---------- The data ----------

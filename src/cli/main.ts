import { mkdir, stat } from "node:fs/promises";
import { availableParallelism } from "node:os";
import { basename, join } from "node:path";
import { Command, CommanderError } from "commander";
import type { RecordingAnalysis } from "../analyzeRecording.js";
import type { TestProfile } from "../compare/testProfile.js";
import { EXIT, InputError } from "../errors.js";
import type { CheckOptions, CheckResult } from "../checkRecording.js";
import { fixed, sig, signedDb, table } from "../report/format.js";
import { psdCsv, psdJson, toolInfo } from "../report/psdJson.js";
import { inspectText, psdText } from "../report/psdText.js";
import { RULE_SUMMARY, VERDICT_MEANING } from "../report/ruleText.js";
import { checkOutputPath, writeAtomic } from "../report/writeAtomic.js";
import { reportFileNames } from "../report/reportNames.js";
import { printable } from "../report/printable.js";
import { fsReason } from "../read/regularFile.js";
import { accelLabel } from "../units.js";
import { VERSION } from "../version.js";
import type { Outcome } from "./batch.js";
import { expandFiles } from "./fileList.js";
import { addBandOptions, addReadingOptions, addSpectrumOptions, analysisOptions, choice, givenOptions, numberOption, rerunOptions, type ParsedCommon } from "./options.js";
import { createProgress, progressEnabled } from "./progress.js";
import { Exit } from "./exit.js";
import { registerRide } from "./ride.js";
import { registerRespond } from "./respond.js";
import { registerDerive } from "./derive.js";
import { registerTransfer } from "./transfer.js";
import { registerVerify } from "./verify.js";
import { registerQueue } from "./queue.js";

// Modules that only some commands need (zod and yaml for profiles, d3 for the report, the batch pool)
// load on first use, so that a plain `psd` starts fast.
const analysis = () => import("../analyzeRecording.js");
const checking = () => import("../checkRecording.js");
const html = () => import("../report/htmlReport.js");
const checkReport = () => import("../report/checkReport.js");
const compliance = () => import("../compare/complianceCheck.js");
const profileReport = () => import("../report/profileText.js");
const batch = () => import("./batch.js");
const testMeta = () => import("../read/testMeta.js");
const psdReport = () => import("../report/psdHtml.js");

export interface CliIo {
  stdout: (s: string) => void;
  stderr: (s: string) => void;
  /** Whether stderr is a terminal (progress bars are drawn only there). */
  stderrIsTTY?: boolean | undefined;
  readStdin?: (() => Promise<string>) | undefined;
  env?: NodeJS.ProcessEnv | undefined;
}

async function readProcessStdin(): Promise<string> {
  let s = "";
  for await (const chunk of process.stdin) s += chunk;
  return s;
}

const processIo: CliIo = {
  stdout: (s) => process.stdout.write(s),
  stderr: (s) => process.stderr.write(s),
  stderrIsTTY: process.stderr.isTTY === true,
  readStdin: readProcessStdin,
  env: process.env,
};

/** Text folded at 100 columns, each line after the first indented by `indent` plus two spaces. */
function wrap(text: string, indent: string): string {
  const out: string[] = [];
  let line = indent;
  for (const word of text.split(" ")) {
    if (line.trim() !== "" && line.length + word.length + 1 > 100) {
      out.push(line);
      line = `${indent}  ${word}`;
    } else line += line.trim() === "" ? word : ` ${word}`;
  }
  out.push(line);
  return out.join("\n");
}


/** Exit code of a set of outcomes: input error over fail over inconclusive over pass. */
const RANK: Record<number, number> = { [EXIT.ok]: 0, [EXIT.inconclusive]: 1, [EXIT.fail]: 2, [EXIT.input]: 3, [EXIT.internal]: 4 };
function worst(codes: number[]): number {
  return codes.reduce((a, b) => (RANK[b]! > RANK[a]! ? b : a), EXIT.ok);
}

function tooShort(a: RecordingAnalysis): InputError | undefined {
  if (!a.channels.some((c) => c.psd.averages === 0)) return undefined;
  return new InputError("RECORD_TOO_SHORT", {
    file: a.input.file, expected: `at least one segment of ${a.settings.segmentLength} samples`, received: `${a.input.samples} samples`,
    hint: "use a shorter --segment or a coarser --resolution",
  });
}

function verdictCode(r: CheckResult): number {
  return r.verdict === "pass" ? EXIT.ok : r.verdict === "fail" ? EXIT.fail : EXIT.inconclusive;
}

interface BatchFlags {
  json?: boolean;
  force?: boolean;
  jobs?: number;
  quiet?: boolean;
  filesFrom?: string;
}

function addBatchOptions(cmd: Command): Command {
  return cmd
    .option("--json", "print the result as JSON (one JSON line per recording when there are several)")
    .option("-j, --jobs <n>", "recordings analysed at once (default: the number of cores)", numberOption("--jobs", (x) => Number.isInteger(x) && x >= 1 && x <= 256, "a whole number from 1 to 256"))
    .option("--files-from <list>", "read recording paths, one per line, from this file (- for stdin)")
    .option("-q, --quiet", "no progress bar")
    .option("--force", "replace an existing output file");
}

----------

**What is being asked:**
Look above for the line with "function verdictCode(r: CheckResult): number" and the line with "the result as". Retype those two lines and every line between them exactly, adding nothing.

**Your solution:**
function verdictCode(r: CheckResult): number {
  return r.verdict === "pass" ? EXIT.ok : r.verdict === "fail" ? EXIT.fail : EXIT.inconclusive;
}

interface BatchFlags {
  json?: boolean;
  force?: boolean;
  jobs?: number;
  quiet?: boolean;
  filesFrom?: string;
}

function addBatchOptions(cmd: Command): Command {
  return cmd
    .option("--json", "print the result as JSON (one JSON line per recording when there are several)")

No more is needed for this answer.